For this task, every record below must be reproduced exactly.

Provided records >>
........
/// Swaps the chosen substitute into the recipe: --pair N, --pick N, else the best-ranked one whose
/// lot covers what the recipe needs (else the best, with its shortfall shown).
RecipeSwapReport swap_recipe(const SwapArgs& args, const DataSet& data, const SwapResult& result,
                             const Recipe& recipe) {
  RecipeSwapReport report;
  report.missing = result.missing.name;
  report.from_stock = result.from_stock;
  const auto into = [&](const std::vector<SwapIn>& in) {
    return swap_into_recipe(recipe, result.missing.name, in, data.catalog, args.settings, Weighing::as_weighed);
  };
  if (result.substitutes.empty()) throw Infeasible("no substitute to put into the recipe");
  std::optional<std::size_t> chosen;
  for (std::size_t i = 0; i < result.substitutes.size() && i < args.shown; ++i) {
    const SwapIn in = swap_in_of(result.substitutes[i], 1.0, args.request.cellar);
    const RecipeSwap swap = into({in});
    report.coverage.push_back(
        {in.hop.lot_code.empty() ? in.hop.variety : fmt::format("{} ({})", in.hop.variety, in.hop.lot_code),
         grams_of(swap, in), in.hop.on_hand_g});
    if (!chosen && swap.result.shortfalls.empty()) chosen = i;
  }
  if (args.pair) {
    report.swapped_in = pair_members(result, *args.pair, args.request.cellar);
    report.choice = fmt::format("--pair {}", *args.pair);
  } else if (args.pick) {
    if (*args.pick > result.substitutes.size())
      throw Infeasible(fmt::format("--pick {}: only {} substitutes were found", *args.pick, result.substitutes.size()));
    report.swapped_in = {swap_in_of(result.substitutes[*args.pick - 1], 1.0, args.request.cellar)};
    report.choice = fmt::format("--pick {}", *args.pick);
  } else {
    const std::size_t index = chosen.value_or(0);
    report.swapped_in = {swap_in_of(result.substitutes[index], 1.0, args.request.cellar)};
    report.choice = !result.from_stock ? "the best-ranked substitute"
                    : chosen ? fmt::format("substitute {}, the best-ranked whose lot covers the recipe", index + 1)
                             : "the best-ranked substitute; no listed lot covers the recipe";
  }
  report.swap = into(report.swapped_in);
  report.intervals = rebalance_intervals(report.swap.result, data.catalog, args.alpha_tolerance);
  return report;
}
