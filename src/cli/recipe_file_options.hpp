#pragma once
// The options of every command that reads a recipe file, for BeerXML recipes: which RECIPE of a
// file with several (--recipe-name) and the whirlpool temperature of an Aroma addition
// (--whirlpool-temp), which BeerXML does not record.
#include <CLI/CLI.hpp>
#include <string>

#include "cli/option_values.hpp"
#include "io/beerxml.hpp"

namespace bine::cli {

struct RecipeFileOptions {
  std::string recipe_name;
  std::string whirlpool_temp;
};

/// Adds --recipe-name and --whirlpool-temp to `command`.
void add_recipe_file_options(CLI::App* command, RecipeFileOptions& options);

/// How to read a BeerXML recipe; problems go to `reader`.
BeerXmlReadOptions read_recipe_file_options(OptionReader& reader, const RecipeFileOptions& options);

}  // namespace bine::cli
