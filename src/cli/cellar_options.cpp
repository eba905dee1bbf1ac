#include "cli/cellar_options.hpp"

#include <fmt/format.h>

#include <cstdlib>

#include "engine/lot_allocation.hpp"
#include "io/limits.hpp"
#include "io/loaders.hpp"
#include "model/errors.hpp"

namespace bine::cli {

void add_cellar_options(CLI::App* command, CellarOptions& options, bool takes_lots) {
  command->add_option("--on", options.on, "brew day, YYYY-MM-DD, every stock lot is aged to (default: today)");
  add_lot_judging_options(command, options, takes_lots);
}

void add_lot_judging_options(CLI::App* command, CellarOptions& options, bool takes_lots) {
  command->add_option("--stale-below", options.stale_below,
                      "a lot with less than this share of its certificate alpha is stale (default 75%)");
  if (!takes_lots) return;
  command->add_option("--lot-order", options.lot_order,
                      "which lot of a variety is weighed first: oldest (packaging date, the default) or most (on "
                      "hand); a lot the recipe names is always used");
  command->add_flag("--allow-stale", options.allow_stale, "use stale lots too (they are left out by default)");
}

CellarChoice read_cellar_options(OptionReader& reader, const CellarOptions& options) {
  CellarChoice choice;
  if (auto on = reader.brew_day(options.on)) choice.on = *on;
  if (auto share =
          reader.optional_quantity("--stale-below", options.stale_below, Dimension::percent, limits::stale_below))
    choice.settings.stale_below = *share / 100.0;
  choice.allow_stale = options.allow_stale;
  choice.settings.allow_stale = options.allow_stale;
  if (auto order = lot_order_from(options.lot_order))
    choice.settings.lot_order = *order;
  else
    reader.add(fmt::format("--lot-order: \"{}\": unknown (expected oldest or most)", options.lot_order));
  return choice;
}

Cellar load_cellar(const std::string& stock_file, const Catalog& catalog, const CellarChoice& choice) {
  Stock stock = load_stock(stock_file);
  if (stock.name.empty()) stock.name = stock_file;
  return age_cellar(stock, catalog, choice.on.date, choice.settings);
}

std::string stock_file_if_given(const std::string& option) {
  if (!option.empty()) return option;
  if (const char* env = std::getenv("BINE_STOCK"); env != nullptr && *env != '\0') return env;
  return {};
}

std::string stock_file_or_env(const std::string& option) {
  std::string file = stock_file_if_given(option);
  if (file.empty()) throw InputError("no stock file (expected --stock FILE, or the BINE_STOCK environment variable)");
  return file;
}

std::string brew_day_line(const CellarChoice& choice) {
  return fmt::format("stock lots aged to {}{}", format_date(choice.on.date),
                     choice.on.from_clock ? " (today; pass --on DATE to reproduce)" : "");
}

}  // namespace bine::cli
........
Written answer >>
/// Swaps the chosen substitute into the recipe: --pair N, --pick N, else the best-ranked one whose
/// lot covers what the recipe needs (else the best, with its shortfall shown).
RecipeSwapReport swap_recipe(const SwapArgs& args, const DataSet& data, const SwapResult& result,
                             const Recipe& recipe) {
  RecipeSwapReport report;
  report.missing = result.missing.name;
  report.from_stock = result.from_stock;
  const auto into = [&](const std::vector<SwapIn>& in) {
    return swap_into_recipe(recipe, result.missing.name, in, data.catalog, args.settings, Weighing::as_weighed);
  };
  if (result.substitutes.empty()) throw Infeasible("no substitute to put into the recipe");
  std::optional<std::size_t> chosen;
  for (std::size_t i = 0; i < result.substitutes.size() && i < args.shown; ++i) {
    const SwapIn in = swap_in_of(result.substitutes[i], 1.0, args.request.cellar);
    const RecipeSwap swap = into({in});
    report.coverage.push_back(
        {in.hop.lot_code.empty() ? in.hop.variety : fmt::format("{} ({})", in.hop.variety, in.hop.lot_code),
         grams_of(swap, in), in.hop.on_hand_g});
    if (!chosen && swap.result.shortfalls.empty()) chosen = i;
  }
  if (args.pair) {
    report.swapped_in = pair_members(result, *args.pair, args.request.cellar);
    report.choice = fmt::format("--pair {}", *args.pair);
  } else if (args.pick) {
    if (*args.pick > result.substitutes.size())
      throw Infeasible(fmt::format("--pick {}: only {} substitutes were found", *args.pick, result.substitutes.size()));
    report.swapped_in = {swap_in_of(result.substitutes[*args.pick - 1], 1.0, args.request.cellar)};
    report.choice = fmt::format("--pick {}", *args.pick);
  } else {
    const std::size_t index = chosen.value_or(0);
    report.swapped_in = {swap_in_of(result.substitutes[index], 1.0, args.request.cellar)};
    report.choice = !result.from_stock ? "the best-ranked substitute"
                    : chosen ? fmt::format("substitute {}, the best-ranked whose lot covers the recipe", index + 1)
                             : "the best-ranked substitute; no listed lot covers the recipe";
  }
  report.swap = into(report.swapped_in);
  report.intervals = rebalance_intervals(report.swap.result, data.catalog, args.alpha_tolerance);
  return report;
}
filename src/cli/recipe_file_options.hpp
#pragma once
// The options of every command that reads a recipe file, for BeerXML recipes: which RECIPE of a
// file with several (--recipe-name) and the whirlpool temperature of an Aroma addition
// (--whirlpool-temp), which BeerXML does not record.
#include <CLI/CLI.hpp>
#include <string>

#include "cli/option_values.hpp"
#include "io/beerxml.hpp"

namespace bine::cli {

struct RecipeFileOptions {
  std::string recipe_name;
  std::string whirlpool_temp;
};

/// Adds --recipe-name and --whirlpool-temp to `command`.
void add_recipe_file_options(CLI::App* command, RecipeFileOptions& options);

/// How to read a BeerXML recipe; problems go to `reader`.
BeerXmlReadOptions read_recipe_file_options(OptionReader& reader, const RecipeFileOptions& options);

}  // namespace bine::cli
filename src/cli/cellar_options.cpp
repository eba905dee1bbf1ac
#include "cli/cellar_options.hpp"

#include <fmt/format.h>

#include <cstdlib>

#include "engine/lot_allocation.hpp"
#include "io/limits.hpp"
#include "io/loaders.hpp"
#include "model/errors.hpp"

namespace bine::cli {

void add_cellar_options(CLI::App* command, CellarOptions& options, bool takes_lots) {
  command->add_option("--on", options.on, "brew day, YYYY-MM-DD, every stock lot is aged to (default: today)");
  add_lot_judging_options(command, options, takes_lots);
}

void add_lot_judging_options(CLI::App* command, CellarOptions& options, bool takes_lots) {
  command->add_option("--stale-below", options.stale_below,
                      "a lot with less than this share of its certificate alpha is stale (default 75%)");
  if (!takes_lots) return;
  command->add_option("--lot-order", options.lot_order,
                      "which lot of a variety is weighed first: oldest (packaging date, the default) or most (on "
                      "hand); a lot the recipe names is always used");
  command->add_flag("--allow-stale", options.allow_stale, "use stale lots too (they are left out by default)");
}

CellarChoice read_cellar_options(OptionReader& reader, const CellarOptions& options) {
  CellarChoice choice;
  if (auto on = reader.brew_day(options.on)) choice.on = *on;
  if (auto share =
          reader.optional_quantity("--stale-below", options.stale_below, Dimension::percent, limits::stale_below))
    choice.settings.stale_below = *share / 100.0;
  choice.allow_stale = options.allow_stale;
  choice.settings.allow_stale = options.allow_stale;
  if (auto order = lot_order_from(options.lot_order))
    choice.settings.lot_order = *order;
  else
    reader.add(fmt::format("--lot-order: \"{}\": unknown (expected oldest or most)", options.lot_order));
  return choice;
}

Cellar load_cellar(const std::string& stock_file, const Catalog& catalog, const CellarChoice& choice) {
  Stock stock = load_stock(stock_file);
  if (stock.name.empty()) stock.name = stock_file;
  return age_cellar(stock, catalog, choice.on.date, choice.settings);
}

std::string stock_file_if_given(const std::string& option) {
  if (!option.empty()) return option;
  if (const char* env = std::getenv("BINE_STOCK"); env != nullptr && *env != '\0') return env;
  return {};
}

std::string stock_file_or_env(const std::string& option) {
  std::string file = stock_file_if_given(option);
  if (file.empty()) throw InputError("no stock file (expected --stock FILE, or the BINE_STOCK environment variable)");
  return file;
}

std::string brew_day_line(const CellarChoice& choice) {
  return fmt::format("stock lots aged to {}{}", format_date(choice.on.date),
                     choice.on.from_clock ? " (today; pass --on DATE to reproduce)" : "");
}

}  // namespace bine::cli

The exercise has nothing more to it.